South Africa’s Constitutional Court recently made a landmark ruling on the right to truth (The Citizen and others v McBride, decided on 8 April 2011).
The question before the South African Constitutional Court was whether a person convicted of murder but granted amnesty (in the mid-90s) can now be called a ‘criminal’ and a ‘murderer’. The judgment came after a former police chief Robert McBride sued The Citizen newspaper for calling him a murderer though he had been granted amnesty by the Truth and Reconciliation Commission for his role in planting a bomb in Magoo’s bar in Durban in 1986. The High Court and Supreme Court ruled that amnesty wipes out a conviction, making it as if the murder never occurred, and therefore that people should not call McBride a murderer. But the Constitutional Court overturned this, as it considered that amnesty did not erase the fact that McBride had indeed committed murder. (See an interesting legal analysis by Rosalind English in UK Human Rights Blog).
In the words of Justice Cameron, who drafted the decision, “the statute‘s (Reconciliation Act) aim was national reconciliation, premised on full disclosure of the truth. It is hardly conceivable that its provisions could muzzle truth and render true statements about our history false” (para. 60).
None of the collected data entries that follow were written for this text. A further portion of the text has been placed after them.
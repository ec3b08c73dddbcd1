import { describe, expect, it } from 'vitest'
import type { Caution } from '../../../../src-main/contract/result'
import type { Pulse } from '../../../../src-main/contract/rig'
import { describeQuantity } from '../../../../src-main/engine/answers/cautions/describeQuantity'
import { joinPlaces } from '../../../../src-main/engine/answers/cautions/joinPlaces'
import { listCautions } from '../../../../src-main/engine/answers/listCautions'
import { listSectionPeaks } from '../../../../src-main/engine/answers/listSectionPeaks'
import type { Line } from '../../../../src-main/engine/line/line'
import type { RunRecord } from '../../../../src-main/engine/records/record'
import { STEEL, type PlainRig, type PlainSection } from './makePlainLine'
import { runPlain } from './runPlain'

const dt = 2e-6

function evaluateCautions({ line, record }: { line: Line; record: RunRecord }): Caution[] {
  return listCautions(line, record, listSectionPeaks(line, record))
}
const cautionsOf = (plain: PlainRig, gauges?: { bar: number; at: number }[]) =>
  evaluateCautions(runPlain({ dt, duration: 600e-6, ...plain }, gauges))
const codesOf = (plain: PlainRig) => cautionsOf(plain).map(({ code }) => code)
const find = (cautions: Caution[], code: Caution['code']) => cautions.find((caution) => caution.code === code)

const half = (peak: number, duration: number): Pulse => ({
  shape: 'half-sine',
  value: (t) => (t > 0 && t < duration ? peak * Math.sin((Math.PI * t) / duration) : 0),
  rise: 0.325 * duration,
  breaks: [0, duration],
})
const bar = (...sections: PlainSection[]) => [{ name: 'shaft', sections }]
const straight: PlainSection = { length: 0.4, diameter: 0.02 }
const CUSHION = {
  kind: 'cushion',
  stiffness: null,
  curve: null,
  unloading: null,
  damping: 0,
  mass: 0,
  gap: 0,
  tension: false,
} as const
/** A slow pulse that a 20 mm bar can carry: 4 d/c = 16 us. */
const slow = { kind: 'force', pulse: half(10e3, 100e-6) } as const

describe('a plain rig', () => {
  it('with a slow pulse carries only the caution on its own values', () => {
    const cautions = cautionsOf({ leftEnd: slow, bars: bar(straight) })
    expect(cautions.map(({ code }) => code)).toEqual(['user-values'])
    expect(cautions[0].where).toBe('')
  })

  it('of two bars that meet carries three', () => {
    expect(
      codesOf({ bars: [{ velocity: 5, sections: [straight] }, { sections: [straight] }], duration: 1e-3 }),
    ).toEqual(['short-rise', 'flat-faces', 'user-values'])
  })
})

describe('fronts', () => {
  it('warns of a rise under 4 d/c, with both times and the thickest place', () => {
    const quick = { kind: 'force', pulse: half(10e3, 40e-6) } as const
    const sections = [straight, { length: 0.3, diameter: 0.04, fillet: 0 }]
    const caution = find(cautionsOf({ leftEnd: quick, bars: bar(...sections) }), 'short-rise')!
    expect(caution.message).toContain('The pulse at the left end takes 13 µs')
    expect(caution.message).toContain('4 d/c = 32 µs')
    expect(caution.where).toBe('shaft, section 2')
    expect(
      find(
        cautionsOf({ leftEnd: { kind: 'force', pulse: half(10e3, 110e-6) }, bars: bar(...sections) }),
        'short-rise',
      ),
    ).toBeUndefined()
  })

  it('says of what jumps that it rises at once: a load, a gap that closes, a displacement with a kink', () => {
    const step: Pulse = { shape: 'step', value: () => 1e3, rise: 0, breaks: [0] }
    const load = { bar: 0, at: 0.2, pulse: step }
    expect(find(cautionsOf({ bars: bar(straight), loads: [load] }), 'short-rise')!.message).toContain(
      'A load on shaft rises at once',
    )
    const gap = { kind: 'wall', gap: 1e-5 } as const
    expect(
      find(cautionsOf({ leftEnd: slow, rightEnd: gap, bars: bar(straight) }), 'short-rise')!.message,
    ).toContain('a gap that closes')
    const ramp: Pulse = { shape: 'ramp', value: (t) => Math.min(t, 1e-4), rise: 80e-6, breaks: [0, 1e-4] }
    expect(
      find(cautionsOf({ leftEnd: { kind: 'displacement', pulse: ramp }, bars: bar(straight) }), 'short-rise')!
        .message,
    ).toContain('at once')
    expect(
      find(cautionsOf({ leftEnd: { kind: 'velocity', pulse: ramp }, bars: bar(straight) }), 'short-rise'),
    ).toBeUndefined()
  })

  it('sees that a cushion or a soft end spreads the wave of an impact', () => {
    const Z = 8000 * 5000 * (Math.PI / 4) * 0.02 ** 2
    const ram = (joint: object) =>
      cautionsOf({
        bars: [{ velocity: 5, sections: [straight] }, { sections: [straight] }],
        joints: [{ ...CUSHION, ...joint }],
        duration: 1e-3,
      })
    // Two equal bars: Z/2 between them, so the rise from 10 % to 90 % is ln 9 (Z/2)/K; 4 d/c = 16 µs.
    const limit = (Math.log(9) * (Z / 2)) / 16e-6
    expect(find(ram({ stiffness: 0.95 * limit }), 'short-rise')).toBeUndefined()
    expect(find(ram({ stiffness: 1.3 * limit }), 'short-rise')!.message).toContain('takes 12.3 µs')
    // A dashpot lets a share D/(D + Z/2) through at once: over 9/10 leaves no rise at all.
    expect(find(ram({ stiffness: 0.1 * limit, damping: 5 * Z }), 'short-rise')!.message).toContain('at once')
    const curve = { closing: [0, 1e-3, 2e-3], force: [0, 1e-3 * 0.1 * limit, 1.4e-3 * limit] }
    expect(find(ram({ stiffness: null, curve }), 'short-rise')!.message).toContain('takes 12.3 µs')
    const onto = (rightEnd: PlainRig['rightEnd']) =>
      find(
        cautionsOf({ bars: [{ velocity: 5, sections: [straight] }], rightEnd, duration: 1e-3 }),
        'short-rise',
      )
    expect(onto({ kind: 'penetration', loading: 1.9 * limit, unloading: 9 * limit })).toBeUndefined()
    expect(onto({ kind: 'wall', gap: 0 })!.message).toContain('at once')
  })

  it('warns of flat faces only where a contact has pressed', () => {
    const wall = { kind: 'wall', gap: 1 } as const
    expect(codesOf({ leftEnd: slow, rightEnd: wall, bars: bar(straight) })).not.toContain('flat-faces')
    const caution = find(
      cautionsOf({ leftEnd: slow, rightEnd: { kind: 'wall', gap: 0 }, bars: bar(straight) }),
      'flat-faces',
    )!
    expect(caution.where).toBe('right end')
  })
})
As noted by Howard Varney, from the International Center for Transitional Justice, this case is of critical importance in the ongoing process of reconciliation of the South African society. A different ruling would have meant that “those amnestied would have received an additional benefit: the underlying facts of their particular cases couldn’t be held against them in any moral or public manner. No newspaper could refer to the perpetrators as murderers or kidnappers or torturers. They would now have to be regarded as individuals who, for all intents and purposes, didn’t commit those acts”.
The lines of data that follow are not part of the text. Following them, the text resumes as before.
import boundaries from 'eslint-plugin-boundaries'
import vue from 'eslint-plugin-vue'
import tseslint from 'typescript-eslint'
import { layers, pureLayers } from './tests/checks/layers.mjs'

const named = (message, ...names) => names.map((name) => ({ name, message }))

export default tseslint.config(
  { ignores: ['node_modules', 'out', 'dist', 'coverage'] },
  ...tseslint.configs.recommended,
  ...vue.configs['flat/recommended'],
  {
    files: ['**/*.vue'],
    languageOptions: { parserOptions: { parser: tseslint.parser } },
    rules: {
      // Line breaks are prettier's.
      'vue/max-attributes-per-line': 'off',
      'vue/singleline-html-element-content-newline': 'off',
      'vue/html-self-closing': 'off',
      'vue/html-closing-bracket-newline': 'off',
      'vue/html-indent': 'off',
      'vue/no-v-html': 'error',
    },
  },
  {
    rules: {
      'no-undef': 'off',
      '@typescript-eslint/no-unused-vars': ['error', { argsIgnorePattern: '^_' }],
      '@typescript-eslint/consistent-type-imports': ['error', { fixStyle: 'inline-type-imports' }],
      eqeqeq: 'error',
      'no-eval': 'error',
      'no-implied-eval': 'error',
      'no-new-func': 'error',
    },
  },
  {
    files: ['src-main/**/*.ts', 'src-renderer/**/*.{ts,vue}'],
    plugins: { boundaries },
    settings: {
      'import/resolver': { node: { extensions: ['.ts', '.vue', '.json', '.js'] } },
      'boundaries/elements': [...layers]
        .sort((one, other) => other.folder.length - one.folder.length)
        .map(({ name, folder }) => ({ type: name, pattern: folder })),
    },
    rules: {
      'boundaries/no-unknown-files': 'error',
      'boundaries/dependencies': [
        'error',
        {
          default: 'disallow',
          policies: [
            ...layers.map(({ name, may }) => ({
              from: { element: { type: name } },
              allow: { to: { element: { type: [name, ...may] } } },
            })),
          ],
        },
      ],
    },
  },
  {
    files: pureLayers.map(({ folder }) => `${folder}/**/*.ts`),
    rules: {
      'no-restricted-globals': [
        'error',
        ...named(
          'The engine knows no clock.',
          'Date',
          'performance',
          'setTimeout',
          'setInterval',
          'setImmediate',
        ),
        ...named('The engine knows no Node.', 'process', 'Buffer', 'require', 'global'),
        ...named(
          'The engine knows no page.',
          'window',
          'document',
          'navigator',
          'fetch',
          'self',
          'globalThis',
        ),
        ...named('The engine prints nothing; it returns faults and cautions.', 'console'),
        ...named('The engine knows no locale.', 'Intl'),
      ],
      'no-restricted-properties': [
        'error',
        { object: 'Math', property: 'random', message: 'The engine knows no chance.' },
        ...['toLocaleString', 'toLocaleLowerCase', 'toLocaleUpperCase', 'localeCompare'].map((property) => ({
          property,
          message: 'The engine knows no locale.',
        })),
      ],
      'no-restricted-imports': [
        'error',
        {
          patterns: [
            {
              group: ['node:*', 'fs', 'path', 'os', 'crypto', 'worker_threads'],
              message: 'The engine knows no Node.',
            },
            {
              group: ['electron', 'electron/*', 'vue', 'chart.js'],
              message: 'The engine knows no page and no host.',
            },
          ],
        },
      ],
    },
  },
)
The McBride ruling constitutes a landmark case in the recognition of the right to truth at the domestic level. The ruling is consistent with the development of international law and the evolution of the international jurisprudence in the field of human rights. In this regard, the Inter-American Court of Human Rights recently confirmed that the right to truth is closely linked to the right to justice and to the right of access to information, enshrined in Article 13 of the American Convention on Human Rights (Gomes Lund and others v. Brazil, Judgment of 24 November 2010, para. 201).